An estimated 59,000 self-managed super funds (SMSFs) have unmet needs for advice on estate planning.
Comprehensive surveys for the 2017 Vanguard/Investment Trends Self Managed Super Fund Reports found that estate planning is the area of the highest unmet need for advice. This equated to 10 per cent of SMSFs at the time of the surveys.
Further, the research found that 10 per cent of SMSFs had concerns about the ability of other members to manage their super funds following the death or serious illness of the most dominant fund member.

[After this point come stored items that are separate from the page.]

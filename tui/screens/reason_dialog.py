"""The small modal prompts of a decision: the reason, a typed value, a choice.

All three suit a person with the paper in one hand: a digit picks an entry
at once, Enter accepts the entry marked, Esc cancels. Nothing here touches
the study; each dialog dismisses with what was chosen (None on Esc) and the
resolution screen records the decision.
"""

from __future__ import annotations

from textual import events
from textual.app import ComposeResult
from textual.binding import Binding
from textual.containers import Vertical
from textual.screen import ModalScreen
from textual.widgets import Input, Static

# Shared by the three dialogs; kept here because the package ships only the
# app's own .tcss beside tui/ (see the report to the lead).
DIALOG_CSS = """
.dialog-box {
    width: 76; height: auto; max-height: 90%;
    padding: 1 2; background: $surface; border: round $primary;
}
.dialog-title { text-style: bold; margin-bottom: 1; }
.dialog-note { color: $warning; margin-bottom: 1; }
.dialog-list { height: auto; }
.dialog-hint { color: $text-muted; margin-top: 1; }
"""

#: Keys that pick entries 1..10 of a list, in order.
PICK_KEYS = ("1", "2", "3", "4", "5", "6", "7", "8", "9", "0")


async def keys_in_order(screen, event: events.Key) -> None:
    """Call from a screen's ``on_key`` so keys typed quickly keep their order across dialogs.

    Textual hands a key to the screen on top when the key is read, and runs a
    screen's bindings only once the key has bubbled back up to the app; by
    then the next keys are already queued on the old screen. So "5", "4",
    "2", Enter typed in a burst would open the value dialog and lose the
    value. Here the screen runs its own binding at once (a dialog it opens
    is then on top), and hands keys that reach it while a dialog is on top
    on to that dialog.
    """
    top = screen.app.screen
    if top is not screen:
        event.stop()
        event.prevent_default()
        top.post_message(events.Key(event.key, event.character))
        return
    active = screen.active_bindings.get(event.key)
    if active is not None and active.enabled and active.node is screen:
        event.stop()
        event.prevent_default()
        await screen.run_action(active.binding.action)


def _list_text(items: list[str], marked: int, digits: int = len(PICK_KEYS)) -> str:
    lines = []
    for i, item in enumerate(items):
        key = PICK_KEYS[i] if i < digits else " "
        lines.append(f"{'›' if i == marked else ' '} {key}  {item}")
    return "\n".join(lines)


class PickList(ModalScreen[str | None]):
    """Shared behaviour: a list picked by digit or by arrows and Enter."""

    AUTO_FOCUS = None  # digits must reach the bindings, not a text field
    DEFAULT_CSS = "PickList { align: center middle; }" + DIALOG_CSS
    BINDINGS = [
        *(Binding(k, f"pick({i})", show=False) for i, k in enumerate(PICK_KEYS)),
        Binding("up", "mark(-1)", show=False),
        Binding("down", "mark(1)", show=False),
        Binding("enter", "accept", "accept marked"),
        Binding("escape", "cancel", "cancel"),
    ]

    HINT = "digit: pick  ·  ↑↓ Enter: the marked one  ·  Esc: cancel"
    DIGITS = len(PICK_KEYS)
    """How many entries get a digit; the rest are reached with ↑↓ Enter."""

    def __init__(self, title: str, items: list[str], marked: int = 0, note: str = "", **kwargs):
        super().__init__(**kwargs)
        self.title_text = title
        self.items = list(items)
        self.marked = max(0, min(marked, len(self.items) - 1))
        self.note = note

    def compose_list(self) -> ComposeResult:
        yield Static(self.title_text, classes="dialog-title", markup=False)
        if self.note:
            yield Static(self.note, classes="dialog-note", markup=False)
        yield Static(_list_text(self.items, self.marked, self.DIGITS), classes="dialog-list", markup=False)
        yield Static(self.HINT, classes="dialog-hint", markup=False)

    async def on_key(self, event: events.Key) -> None:
        await keys_in_order(self, event)

    def _repaint(self) -> None:
        self.query_one(".dialog-list", Static).update(_list_text(self.items, self.marked, self.DIGITS))

    def action_pick(self, i: int) -> None:
        if i < min(len(self.items), self.DIGITS):
            self.dismiss(self.items[i])

    def action_mark(self, step: int) -> None:
        if self.items:
            self.marked = (self.marked + step) % len(self.items)
            self._repaint()

    def action_accept(self) -> None:
        if self.items:
            self.dismiss(self.items[self.marked])

    def action_cancel(self) -> None:
        self.dismiss(None)


class ReasonDialog(PickList):
    """Why the decision stands: one of the study's reasons, or free text.

    A digit picks a reason; Enter takes the marked one (the screen marks the
    likeliest); ``t`` moves to the free-text line, where Enter submits it.
    Digits 1 to 9 follow the study's list in order (the reasons editor keeps
    it to nine); 0 picks nothing here, as it means "blank" on the screen
    behind, and reasons past the ninth are reached with ↑↓ Enter.
    """

    BINDINGS = [Binding("t", "free_text", "type a reason")]
    DIGITS = 9
    HINT = "digit: pick  ·  ↑↓ Enter: the marked one  ·  t: type a reason  ·  Esc: cancel"

    def __init__(self, what: str, reasons: list[str], marked: int = 0, note: str = "", **kwargs):
        super().__init__(f"Reason for: {what}", reasons, marked, note, **kwargs)

    def compose(self) -> ComposeResult:
        with Vertical(classes="dialog-box"):
            yield from self.compose_list()
            free = Input(placeholder="t: type your own reason, then Enter", id="reason-text")
            # Not focusable until asked for: Textual focuses the first focusable
            # widget of a new screen, and digits must reach the pick bindings.
            free.can_focus = False
            yield free

    def action_free_text(self) -> None:
        free = self.query_one("#reason-text", Input)
        free.can_focus = True
        free.focus()

    def on_input_submitted(self, event: Input.Submitted) -> None:
        event.stop()
        text = " ".join(event.value.split())
        if text:
            self.dismiss(text)


class ChoiceDialog(PickList):
    """One of a few entries (a missing code, a pass, a form, a filter)."""

    def compose(self) -> ComposeResult:
        with Vertical(classes="dialog-box"):
            yield from self.compose_list()


class ValueDialog(ModalScreen[str | None]):
    """One line of text: the value on the paper, a form ID, the resolver's initials.

    Enter submits what is typed (empty allowed only with ``allow_empty``).
    """

    DEFAULT_CSS = "ValueDialog { align: center middle; }" + DIALOG_CSS
    BINDINGS = [Binding("escape", "cancel", "cancel")]

    def __init__(self, question: str, value: str = "", note: str = "",
                 allow_empty: bool = False, **kwargs):
        super().__init__(**kwargs)
        self.question, self.value, self.note = question, value, note
        self.allow_empty = allow_empty

    def compose(self) -> ComposeResult:
        with Vertical(classes="dialog-box"):
            yield Static(self.question, classes="dialog-title", markup=False)
            if self.note:
                yield Static(self.note, classes="dialog-note", markup=False)
            yield Input(value=self.value, id="value-text")

    def on_mount(self) -> None:
        self.query_one("#value-text", Input).focus()

    async def on_key(self, event: events.Key) -> None:
        # Keys typed right after the one that opened this dialog reach the
        # screen, not the field: they are put into the field here. Keys that
        # come after Enter go on to whatever is on top by then.
        if self.app.screen is not self:
            await keys_in_order(self, event)
            return
        field = self.query_one("#value-text", Input)
        if event.key == "enter":
            event.stop()
            self._submit(field.value)
        elif event.key == "backspace":
            event.stop()
            field.value = field.value[:-1]
        elif event.is_printable and event.character:
            event.stop()
            field.value += event.character
            field.cursor_position = len(field.value)

    def on_input_submitted(self, event: Input.Submitted) -> None:
        event.stop()
        self._submit(event.value)

    def _submit(self, value: str) -> None:
        if value.strip() or self.allow_empty:
            self.dismiss(value)

    def action_cancel(self) -> None:
        self.dismiss(None)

The recognition of tens of thousands of SMSF trustees that they need professional guidance with their estate planning is driven by a range of factors. These include the growing waves of baby boomers nearing or already in retirement, the large amounts of retirement money held by SMSFs and growing longevity.

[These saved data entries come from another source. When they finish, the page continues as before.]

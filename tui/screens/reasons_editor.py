"""The study's list of reasons, edited from the resolution screen.

The list is what the reason dialog offers, in the same order: the first
reason is picked with 1, the second with 2, and so on. Digits 1 to 9 are
all the resolver's hand has, so the editor holds at most nine reasons and
refuses a tenth (a longer list stored by other means still works: the
dialog gives digits to the first nine and ↑↓ Enter reaches the rest).

A reason can be added, reworded in place (it keeps its digit), removed and
moved. Decisions already taken keep the words they were taken with: the
journal holds each decision's reason as text, not as a position in this list.

Nothing is written until ``s``: the whole list is then saved at once with
``core.resolution.set_reasons`` (one journal row under the resolver's
initials). Esc leaves without saving.
"""

from __future__ import annotations

from textual import events
from textual.app import ComposeResult
from textual.binding import Binding
from textual.containers import Vertical
from textual.screen import ModalScreen
from textual.widgets import Footer, Static

from core import resolution as res
from core.errors import KeyproofError

from .reason_dialog import DIALOG_CSS, ValueDialog, keys_in_order

#: One reason per digit key 1..9 in the reason dialog.
MAX_REASONS = 9


def editor_text(items: list[str], marked: int) -> str:
    """The list as the editor shows it: marker, the digit that will pick it, the words."""
    lines = []
    for i, item in enumerate(items):
        key = str(i + 1) if i < MAX_REASONS else " "
        lines.append(f"{'›' if i == marked else ' '} {key}  {item}")
    return "\n".join(lines)


class ReasonsEditor(ModalScreen[list[str] | None]):
    """Add, remove and reorder the study's reasons; ``s`` saves, Esc cancels.

    Dismisses with the list saved (as ``set_reasons`` kept it), or None.
    """

    AUTO_FOCUS = None  # every key is a binding here; there is no text field
    DEFAULT_CSS = "ReasonsEditor { align: center middle; }" + DIALOG_CSS
    BINDINGS = [
        Binding("up", "mark(-1)", show=False),
        Binding("down", "mark(1)", show=False),
        Binding("a", "add", "add", id="reasons.add"),
        Binding("r", "reword", "reword", id="reasons.reword"),
        Binding("x", "remove", "remove", id="reasons.remove"),
        Binding("k,shift+up", "move_item(-1)", "move up", id="reasons.up"),
        Binding("j,shift+down", "move_item(1)", "move down", id="reasons.down"),
        Binding("s", "save", "save", id="reasons.save"),
        Binding("escape", "cancel", "cancel", id="reasons.cancel"),
    ]
    HINT = ("↑↓ mark · a add · r reword · x remove · k/j move up/down · s save · Esc cancel\n"
            "the digit beside a reason picks it when a decision asks why")

    def __init__(self, study, keyer: str, **kwargs):
        super().__init__(**kwargs)
        self.study, self.keyer = study, keyer
        self.items: list[str] = res.reasons(study)
        self.saved = list(self.items)
        self.marked = 0

    def compose(self) -> ComposeResult:
        with Vertical(classes="dialog-box"):
            yield Static(self._title(), id="reasons-title", classes="dialog-title", markup=False)
            yield Static(editor_text(self.items, self.marked), id="reasons-list",
                         classes="dialog-list", markup=False)
            yield Static("", id="reasons-message", classes="dialog-note", markup=False)
            yield Static(self.HINT, classes="dialog-hint", markup=False)
        yield Footer(compact=True)

    async def on_key(self, event: events.Key) -> None:
        # Keys typed right after "a" belong to the new reason's dialog.
        await keys_in_order(self, event)

    @property
    def changed(self) -> bool:
        return self.items != self.saved

    def _title(self) -> str:
        unsaved = "  ·  not saved yet" if self.changed else ""
        return f"Reasons for this study: {len(self.items)} of at most {MAX_REASONS}{unsaved}"

    def _repaint(self, message: str = "") -> None:
        self.query_one("#reasons-title", Static).update(self._title())
        self.query_one("#reasons-list", Static).update(editor_text(self.items, self.marked))
        self.query_one("#reasons-message", Static).update(message)

    def action_mark(self, step: int) -> None:
        if self.items:
            self.marked = (self.marked + step) % len(self.items)
            self._repaint()

    def action_add(self) -> None:
        if len(self.items) >= MAX_REASONS:
            self._repaint(f"{MAX_REASONS} reasons already, one per digit — remove one (x) before adding.")
            return

        def added(text: str | None) -> None:
            words = " ".join((text or "").split())
            if not words:
                return
            if words in self.items:
                self.marked = self.items.index(words)
                self._repaint(f"“{words}” is already in the list.")
                return
            self.items.append(words)
            self.marked = len(self.items) - 1
            self._repaint()

        self.app.push_screen(ValueDialog("A new reason (added at the end), then Enter:"), added)

    def action_reword(self) -> None:
        """Change the marked reason's words, keeping its place (and so its digit)."""
        if not self.items:
            return
        at = self.marked

        def reworded(text: str | None) -> None:
            words = " ".join((text or "").split())
            if not words or words == self.items[at]:
                return
            if words in self.items:
                self._repaint(f"“{words}” is already in the list — remove one of the two (x).")
                return
            self.items[at] = words
            self._repaint()

        self.app.push_screen(ValueDialog(f"Reason {at + 1} in new words (Backspace to change), "
                                         "then Enter:", value=self.items[at]), reworded)

    def action_remove(self) -> None:
        if len(self.items) <= 1:
            self._repaint("A decision always needs a reason to pick — keep at least one.")
            return
        self.items.pop(self.marked)
        self.marked = min(self.marked, len(self.items) - 1)
        self._repaint()

    def action_move_item(self, step: int) -> None:
        to = self.marked + step
        if not self.items or not 0 <= to < len(self.items):
            return
        self.items[self.marked], self.items[to] = self.items[to], self.items[self.marked]
        self.marked = to
        self._repaint()

    def action_save(self) -> None:
        try:
            kept = res.set_reasons(self.study, self.items, self.keyer)
        except KeyproofError as exc:
            self._repaint(str(exc))
            return
        self.dismiss(kept)

    def action_cancel(self) -> None:
        self.dismiss(None)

While 46 per cent of SMSF members were aged over 60 at June 2016, almost 18 per cent were aged over 70, according to the tax office in its role as regulator of self-managed super.
Further, SMSFs hold more than half of overall superannuation assets invested in retirement products, reports the Superannuation market projections report 2016, published early this year by independent consultants and actuaries Rice Warner.
As a basic starting point for estate planning, it is critical for SMSF trustees (and all super members for that matter) to understand who is eligible to receive their superannuation death benefits. Another basic is to understand how different eligible beneficiaries may be taxed differently.
And it is critical, of course, to understand what will happen to your super savings (and any life insurance payouts) in the event of your death.
Superannuation benefits cannot be left indefinitely in your SMSF following death – even if the beneficiary is your surviving spouse and a member of the same fund. The amount must be paid out as a lump sum or continue to be paid as reversionary pension.
A common challenge for SMSFs arises if the most active member dies first. This can lead to difficulties for surviving members/trustees and other family members, unless adequate planning has been undertaken.
The numerous estate-planning issues for SMSFs or their members as individuals include:
- Whether to have a corporate trustee or individual trustees of their funds. (The difference can have significant implications following a trustee’s death. See below.)
- Whether to nominate a successor individual trustee or successor director if the fund has a corporate trustee. (An SMSF with individual trustees must have at least two individual trustees yet a corporate trustee can have only one director.)
- Whether to make a binding death benefit nomination specifying how a member’s super will be distributed among eligible dependants. This is, of course, a decision for members as individuals.
- Whether to nominate a reversionary beneficiary for pensions, typically the deceased’s spouse. This is another decision for members as individuals.
Unfortunately, some SMSF members may not understand the differences between having individual trustees or a corporate trustee until a member dies.
Under superannuation law, a single-member SMSF must have a corporate trustee (with up to two directors) or two individual trustees. And the sole member must be either a director of the corporate trustee or one of the two individual trustees.
An SMSF left with a surviving individual trustee following the death of a member must appoint another individual trustee or a corporate trustee (which can have a single director) within six months of the death benefit commencing to be paid.
Another estate-planning issue related to trustees is that assets of an SMSF with individual trustees are held in the names of individual members as trustees. If the membership of an SMSF with individual trustees changes – perhaps following death, the names on the funds’ ownership documents must also change. This can be costly and time-consuming.
By contrast with a corporate trustee, assets are held in the name of a company as trustee. If trustee directors change, the assets remain in the name of the same company.
Having a corporate trustee rather than individual trustees, a trustee director can be more readily replaced in the event of death or serious illness. Corporate trustees continue to hold a fund’s assets regardless of a change of directors.
Specialist superannuation editor Stuart Jones writes in the Thomson Reuters Australian Superannuation Handbook 2016-17: "From July 1, 2017, estate-planning considerations have been further complicated by the introduction of a pension transfer balance cap.
"The death of a member in the pension phase," Jones adds, "is a high-risk time for a surviving spouse (or other dependant) in terms of their potentially breaching their own $1.6 million transfer balance cap."
A surviving spouse or dependant who had previously been well below the $1.6 million pension cap could "quickly find themselves" overshooting the $1.6 million cap with an excess transfer balance tax liability because of the deceased’s super pension, he emphasises.
It can be a valuable and thoughtful legacy to leave behind a well-organised SMSF where members have undertaken careful estate planning.